THE PROBLEM →
Each line from the one containing "assert same.lines == repeated.lines" through the end of the entries below should be transcribed exactly, and no other line.

RECORD EXTRACTS →
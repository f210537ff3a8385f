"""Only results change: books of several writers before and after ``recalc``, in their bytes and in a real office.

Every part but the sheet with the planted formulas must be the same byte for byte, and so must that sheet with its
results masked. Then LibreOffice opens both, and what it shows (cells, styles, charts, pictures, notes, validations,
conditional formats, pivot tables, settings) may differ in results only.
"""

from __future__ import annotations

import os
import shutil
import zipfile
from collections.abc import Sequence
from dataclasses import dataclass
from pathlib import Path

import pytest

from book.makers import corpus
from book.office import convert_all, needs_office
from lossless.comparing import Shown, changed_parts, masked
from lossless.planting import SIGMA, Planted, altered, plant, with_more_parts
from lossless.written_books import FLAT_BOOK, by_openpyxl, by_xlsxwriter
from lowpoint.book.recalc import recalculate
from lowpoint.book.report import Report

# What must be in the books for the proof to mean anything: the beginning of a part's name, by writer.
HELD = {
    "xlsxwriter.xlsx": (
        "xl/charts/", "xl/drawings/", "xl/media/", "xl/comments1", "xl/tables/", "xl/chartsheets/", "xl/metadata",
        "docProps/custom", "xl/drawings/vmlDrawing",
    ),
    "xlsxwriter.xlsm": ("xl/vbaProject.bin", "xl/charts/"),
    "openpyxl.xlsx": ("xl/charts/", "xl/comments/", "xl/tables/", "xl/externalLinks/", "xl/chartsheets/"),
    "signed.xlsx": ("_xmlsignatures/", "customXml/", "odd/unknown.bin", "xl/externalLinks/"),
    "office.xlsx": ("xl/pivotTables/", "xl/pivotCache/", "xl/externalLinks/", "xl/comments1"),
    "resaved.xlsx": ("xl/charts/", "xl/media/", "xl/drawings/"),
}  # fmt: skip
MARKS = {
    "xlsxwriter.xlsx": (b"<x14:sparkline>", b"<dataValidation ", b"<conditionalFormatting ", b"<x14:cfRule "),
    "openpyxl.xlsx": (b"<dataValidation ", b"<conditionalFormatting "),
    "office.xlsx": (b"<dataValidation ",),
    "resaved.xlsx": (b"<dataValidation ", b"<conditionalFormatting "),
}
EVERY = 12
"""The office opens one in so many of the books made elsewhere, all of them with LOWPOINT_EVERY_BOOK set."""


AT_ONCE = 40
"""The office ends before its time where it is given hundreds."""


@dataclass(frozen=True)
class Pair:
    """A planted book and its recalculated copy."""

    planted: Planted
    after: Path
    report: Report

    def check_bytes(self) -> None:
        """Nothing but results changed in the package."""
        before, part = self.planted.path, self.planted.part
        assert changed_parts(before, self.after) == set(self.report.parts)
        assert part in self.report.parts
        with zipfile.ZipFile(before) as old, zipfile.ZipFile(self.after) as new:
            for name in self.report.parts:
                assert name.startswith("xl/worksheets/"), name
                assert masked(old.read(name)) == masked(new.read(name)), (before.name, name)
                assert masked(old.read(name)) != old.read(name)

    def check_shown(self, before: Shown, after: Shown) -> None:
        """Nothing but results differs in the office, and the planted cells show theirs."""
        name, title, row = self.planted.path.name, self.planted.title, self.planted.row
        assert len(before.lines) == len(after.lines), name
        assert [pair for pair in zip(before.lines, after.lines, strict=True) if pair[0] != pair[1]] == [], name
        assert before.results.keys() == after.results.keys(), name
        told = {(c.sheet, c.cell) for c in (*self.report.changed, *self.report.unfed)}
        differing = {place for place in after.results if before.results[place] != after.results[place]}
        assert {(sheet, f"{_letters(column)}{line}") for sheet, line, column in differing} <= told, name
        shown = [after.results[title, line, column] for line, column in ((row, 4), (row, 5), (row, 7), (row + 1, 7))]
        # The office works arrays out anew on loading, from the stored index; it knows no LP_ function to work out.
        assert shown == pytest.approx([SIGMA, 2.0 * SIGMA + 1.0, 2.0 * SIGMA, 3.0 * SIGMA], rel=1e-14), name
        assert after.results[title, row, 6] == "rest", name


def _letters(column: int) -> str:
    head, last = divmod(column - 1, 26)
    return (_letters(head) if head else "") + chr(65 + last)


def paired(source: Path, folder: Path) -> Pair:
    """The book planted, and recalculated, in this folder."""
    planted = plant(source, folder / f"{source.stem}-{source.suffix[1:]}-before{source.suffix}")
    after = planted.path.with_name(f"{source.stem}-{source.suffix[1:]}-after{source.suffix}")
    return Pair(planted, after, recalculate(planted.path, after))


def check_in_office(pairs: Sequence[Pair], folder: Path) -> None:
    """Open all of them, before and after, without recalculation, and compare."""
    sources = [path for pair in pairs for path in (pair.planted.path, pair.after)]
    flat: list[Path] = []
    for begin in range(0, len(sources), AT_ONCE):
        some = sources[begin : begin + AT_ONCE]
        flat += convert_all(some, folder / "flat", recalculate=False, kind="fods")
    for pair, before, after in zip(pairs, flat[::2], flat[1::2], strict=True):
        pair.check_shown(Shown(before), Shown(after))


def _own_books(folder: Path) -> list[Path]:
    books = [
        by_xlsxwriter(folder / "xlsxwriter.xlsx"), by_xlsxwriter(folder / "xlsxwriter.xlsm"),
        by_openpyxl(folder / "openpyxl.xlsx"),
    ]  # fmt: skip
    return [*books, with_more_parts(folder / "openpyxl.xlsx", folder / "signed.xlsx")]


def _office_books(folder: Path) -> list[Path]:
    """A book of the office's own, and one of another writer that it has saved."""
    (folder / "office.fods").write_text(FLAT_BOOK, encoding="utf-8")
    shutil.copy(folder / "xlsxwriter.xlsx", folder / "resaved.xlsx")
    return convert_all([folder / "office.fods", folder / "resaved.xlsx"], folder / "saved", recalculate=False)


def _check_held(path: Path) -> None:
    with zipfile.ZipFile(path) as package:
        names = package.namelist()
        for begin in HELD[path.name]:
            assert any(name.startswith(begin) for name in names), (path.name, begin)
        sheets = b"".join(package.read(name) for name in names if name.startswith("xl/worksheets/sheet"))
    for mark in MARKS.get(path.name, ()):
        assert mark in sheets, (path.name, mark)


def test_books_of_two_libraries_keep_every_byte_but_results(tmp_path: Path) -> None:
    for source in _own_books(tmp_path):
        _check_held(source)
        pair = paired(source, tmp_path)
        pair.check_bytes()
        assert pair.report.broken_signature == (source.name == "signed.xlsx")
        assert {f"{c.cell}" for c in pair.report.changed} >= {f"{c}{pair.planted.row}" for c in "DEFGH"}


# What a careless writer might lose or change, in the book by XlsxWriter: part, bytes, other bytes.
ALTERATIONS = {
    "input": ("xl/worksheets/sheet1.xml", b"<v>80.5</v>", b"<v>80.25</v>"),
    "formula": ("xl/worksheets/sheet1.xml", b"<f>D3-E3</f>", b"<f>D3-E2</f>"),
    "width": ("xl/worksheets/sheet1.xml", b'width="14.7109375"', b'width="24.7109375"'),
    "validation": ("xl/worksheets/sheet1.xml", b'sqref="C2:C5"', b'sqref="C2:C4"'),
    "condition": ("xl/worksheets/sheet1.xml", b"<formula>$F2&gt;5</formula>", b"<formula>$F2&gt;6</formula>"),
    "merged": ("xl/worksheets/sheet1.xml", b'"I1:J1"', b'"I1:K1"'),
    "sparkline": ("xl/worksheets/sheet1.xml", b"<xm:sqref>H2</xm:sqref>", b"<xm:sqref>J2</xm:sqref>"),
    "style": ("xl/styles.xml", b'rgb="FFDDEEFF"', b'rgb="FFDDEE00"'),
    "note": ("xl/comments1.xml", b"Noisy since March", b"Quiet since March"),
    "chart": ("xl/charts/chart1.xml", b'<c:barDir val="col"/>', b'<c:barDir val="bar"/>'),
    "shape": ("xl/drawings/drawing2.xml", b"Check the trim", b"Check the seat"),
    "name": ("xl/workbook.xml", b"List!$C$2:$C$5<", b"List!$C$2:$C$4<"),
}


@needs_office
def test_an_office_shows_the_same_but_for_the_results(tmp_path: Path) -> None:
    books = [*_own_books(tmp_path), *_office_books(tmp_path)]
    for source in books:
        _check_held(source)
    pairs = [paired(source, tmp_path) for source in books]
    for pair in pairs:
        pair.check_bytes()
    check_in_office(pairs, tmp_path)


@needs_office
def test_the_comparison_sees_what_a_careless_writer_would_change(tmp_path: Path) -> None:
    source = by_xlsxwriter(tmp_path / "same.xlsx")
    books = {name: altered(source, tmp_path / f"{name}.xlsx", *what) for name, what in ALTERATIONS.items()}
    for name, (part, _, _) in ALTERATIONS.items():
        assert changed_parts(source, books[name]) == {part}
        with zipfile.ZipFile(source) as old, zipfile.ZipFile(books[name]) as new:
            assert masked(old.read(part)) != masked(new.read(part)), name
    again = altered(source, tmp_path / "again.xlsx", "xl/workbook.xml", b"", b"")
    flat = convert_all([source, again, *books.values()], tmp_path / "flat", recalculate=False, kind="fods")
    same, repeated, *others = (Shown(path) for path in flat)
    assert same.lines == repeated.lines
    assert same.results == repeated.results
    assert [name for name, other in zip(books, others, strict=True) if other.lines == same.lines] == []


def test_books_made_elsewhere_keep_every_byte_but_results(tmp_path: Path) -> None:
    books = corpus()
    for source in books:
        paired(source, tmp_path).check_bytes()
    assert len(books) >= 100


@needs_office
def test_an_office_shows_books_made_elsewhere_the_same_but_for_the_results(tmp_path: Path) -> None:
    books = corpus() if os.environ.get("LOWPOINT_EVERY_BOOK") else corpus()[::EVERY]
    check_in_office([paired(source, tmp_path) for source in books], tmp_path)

EXERCISE ANSWER →
    assert same.lines == repeated.lines
    assert same.results == repeated.results
    assert [name for name, other in zip(books, others, strict=True) if other.lines == same.lines] == []


def test_books_made_elsewhere_keep_every_byte_but_results(tmp_path: Path) -> None:
    books = corpus()
    for source in books:
        paired(source, tmp_path).check_bytes()
    assert len(books) >= 100


@needs_office
def test_an_office_shows_books_made_elsewhere_the_same_but_for_the_results(tmp_path: Path) -> None:
    books = corpus() if os.environ.get("LOWPOINT_EVERY_BOOK") else corpus()[::EVERY]
    check_in_office([paired(source, tmp_path) for source in books], tmp_path)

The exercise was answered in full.